Tuesday, November 30, 2010

It's Finals Time in Tennessee

Studying Blew
So aren’t you glad I did it for you?

If you are wondering why The Weekend Aristocrat has not posted any posts lately, it’s because The Weekend Aristocrat has finals as well. And since it is always easier for people to give others advice rather than take it themselves, I decided to study for your finals rather than my own. Below are my summations of material for your classes.

Chemistry: If you take chemistry courses, you’re most likely majoring in something that will be very hard but will earn you lots of money in the future. So if the looming exams have got you down, at least know that women like money, so they will tolerate you one day. Surely that cheered you up a bit.
Here is a brief summary from the first chapter of a chemistry book I found: A covalent bond is formed by two atoms who share electrons. An ionic bond is form by one atom giving an electron to another atom. And an ironic bond is formed by a prowling cougar successfully attracting a pedophile as her mate…this ironic bond is strong because the cougar and the pedophile share an attraction to extremely younger people.

Economics:  The law of diminishing returns states that eventually the benefits of adding an input to something will start decreasing over time. So the smart economics student would not spend hours cramming for a smaller and smaller increase the grade of his final. He would buy me a beer instead. Trust me, I’m right.

I know she looks like she is studying, but this is just the side view of a girl on chat roulette.

Chinese: So you must be an anime freak. Well you’re a terrible anime freak, because anime is actually Japanese...Anyways, the best way to learn a foreign language is to completely immerse yourself in that language and its culture. This is easy for Chinese, just ride the elevators in Shelbourne for twenty minutes.

Biology: The tricky part of biology is memorizing the different parts of different cells. Plant cells have a tough outer layer known as the cell wall. Animal cells only have a single outer layer known as the cell membrane. And prison cells have walls surrounded by more walls topped off with barbwire. Plant cells also contain chlorophyll, while prison cells contain inmates watching Dr. Phil.

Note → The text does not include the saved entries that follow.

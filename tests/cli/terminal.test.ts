import { beforeAll, describe, expect, it } from 'vitest';
import { usesAscii, usesBars, usesColour, widthOf, type ColourWish, type Environment } from '../../src/cli/terminal.js';
import { requireBuilt } from '../support/built.js';
import { makeWorkplace, type Workplace } from '../support/railfit.js';

const terminal = { isTTY: true, columns: 80 };
const pipe = { isTTY: false, columns: undefined };

// CL-5 as a matrix: --color beats NO_COLOR (not empty) beats FORCE_COLOR beats what the stream is.
const MATRIX: readonly (readonly [wish: ColourWish, env: Environment, isTTY: boolean, colour: boolean])[] = [
  ['auto', {}, true, true],
  ['auto', {}, false, false],
  ['auto', { TERM: 'dumb' }, true, false],
  ['auto', { NO_COLOR: '1' }, true, false],
  ['auto', { NO_COLOR: '' }, true, true],
  ['auto', { FORCE_COLOR: '1' }, false, true],
  ['auto', { FORCE_COLOR: '0' }, true, false],
  ['auto', { NO_COLOR: '1', FORCE_COLOR: '1' }, false, false],
  ['auto', { FORCE_COLOR: '1', TERM: 'dumb' }, false, true],
  ['always', { NO_COLOR: '1', TERM: 'dumb' }, false, true],
  ['never', { FORCE_COLOR: '1' }, true, false],
  ['auto', { FORCE_COLOR: '' }, false, false],
];

describe('colour', () => {
  it.each(MATRIX)('--color=%s with %j, a terminal %s: %s', (wish, env, isTTY, colour) => {
    expect(usesColour(wish, env, isTTY ? terminal : pipe)).toBe(colour);
  });
});

describe('width', () => {
  it.each<[number | undefined, string | undefined, number]>([
    [120, '60', 120],
    [undefined, '60', 60],
    [undefined, undefined, 100],
    [undefined, '', 100],
    [undefined, 'wide', 100],
    [undefined, '20', 40],
    [undefined, '500', 200],
  ])('terminal %s, COLUMNS %s: %i', (columns, told, width) => {
    expect(widthOf(told === undefined ? {} : { COLUMNS: told }, { isTTY: columns !== undefined, columns })).toBe(width);
  });
});

describe('bars', () => {
  it.each<[Environment, boolean, number | undefined, boolean]>([
    [{}, true, 80, true],
    [{}, true, 200, true],
    [{}, true, 79, false],
    [{}, true, 40, false],
    [{}, true, undefined, true],
    [{ COLUMNS: '79' }, true, undefined, false],
    [{ NO_COLOR: '1' }, true, 100, true],
    [{ TERM: 'dumb' }, true, 100, false],
    [{}, false, undefined, false],
    [{ COLUMNS: '200', FORCE_COLOR: '1' }, false, undefined, false],
  ])('%j, a terminal %s of %s columns: %s', (env, isTTY, columns, bars) => {
    expect(usesBars(env, { isTTY, columns })).toBe(bars);
  });
});

describe('character set', () => {
  it.each<[Environment, boolean]>([
    [{}, false],
    [{ LANG: 'C.UTF-8' }, false],
    [{ LANG: 'de_DE.utf8' }, false],
    [{ LC_ALL: 'C' }, true],
    [{ LC_ALL: 'C', LANG: 'en_US.UTF-8' }, true],
    [{ LC_ALL: '', LANG: 'en_US.UTF-8' }, false],
    [{ LC_CTYPE: 'POSIX', LANG: 'en_US.UTF-8' }, true],
    [{ LANG: 'en_US.ISO-8859-1' }, true],
  ])('%j: ASCII %s', (env, ascii) => {
    expect(usesAscii(false, env)).toBe(ascii);
    expect(usesAscii(true, env)).toBe(true);
  });
});

describe('the built command', () => {
  const words = ['explain', 'GX-NANO', 'soil-moisture-probe.yaml'];
  let place: Workplace;
  beforeAll(async () => {
    requireBuilt();
    place = makeWorkplace();
    await place.run(['parts']);
    return () => { place.remove(); };
  });

  it('writes no colour into a pipe, and colour when asked', async () => {
    expect((await place.run(words)).stdout).not.toContain('\u001b');
    expect((await place.run([...words, '--color=always'])).stdout).toContain('\u001b[31m');
    expect((await place.run([...words, '--color', 'always'], { env: { NO_COLOR: '1' } })).stdout).toContain('\u001b[31m');
  });

  it('is not warned about by the runtime when NO_COLOR and FORCE_COLOR meet', async () => {
    const ran = await place.run(words, { env: { NO_COLOR: '1', FORCE_COLOR: '1' } });
    expect(ran.stderr).toBe('');
    expect(ran.stdout).not.toContain('\u001b');
  });

  it('colours problems as it colours answers', async () => {
    expect((await place.run(['demands', '--color=always'])).stderr).toContain('\u001b[31m');
    expect((await place.run(['demands', '--color=never'], { env: { FORCE_COLOR: '1' } })).stderr).not.toContain('\u001b');
  });

  it('writes ASCII when the locale has nothing else, on both streams', async () => {
    const plain = /^[\n\u0020-\u007e]*$/u;
    const asked = await place.run([...words, '--all', '--ascii']);
    expect(asked.stdout).toMatch(plain);
    expect((await place.run([...words, '--all'], { env: { LC_ALL: 'C' } })).stdout).toBe(asked.stdout);
    const refused = await place.run(['demands', '--supply', '±5 V', '--load', '10M'], { env: { LC_ALL: 'C' } });
    expect(refused.exit).toBe(2);
    expect(refused.stderr).toMatch(plain);
  });

  it('keeps to COLUMNS', async () => {
    for (const width of [60, 100]) {
      const { stdout } = await place.run(['shortlist', 'soil-moisture-probe.yaml'], { env: { COLUMNS: String(width) } });
      expect(Math.max(...stdout.split('\n').map((line) => line.length))).toBeLessThanOrEqual(width);
    }
  });
});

Pre Law: Pre Law is not actually a major. And if you are dumb enough to think it is, you are probably too dumb to pass the LSAT anyways.

Sing Language Class: Reading a book to yourself will not help you communicate with the deaf. Of course, that should go without saying.

Math: Excuse me miss, would you like to see the exponential growth of my natural log? If you got that, I feel sorry for you. I would use this sentence to make another joke about math, but I feel I should avoid going off on a tangent.

World History: America wins, the end.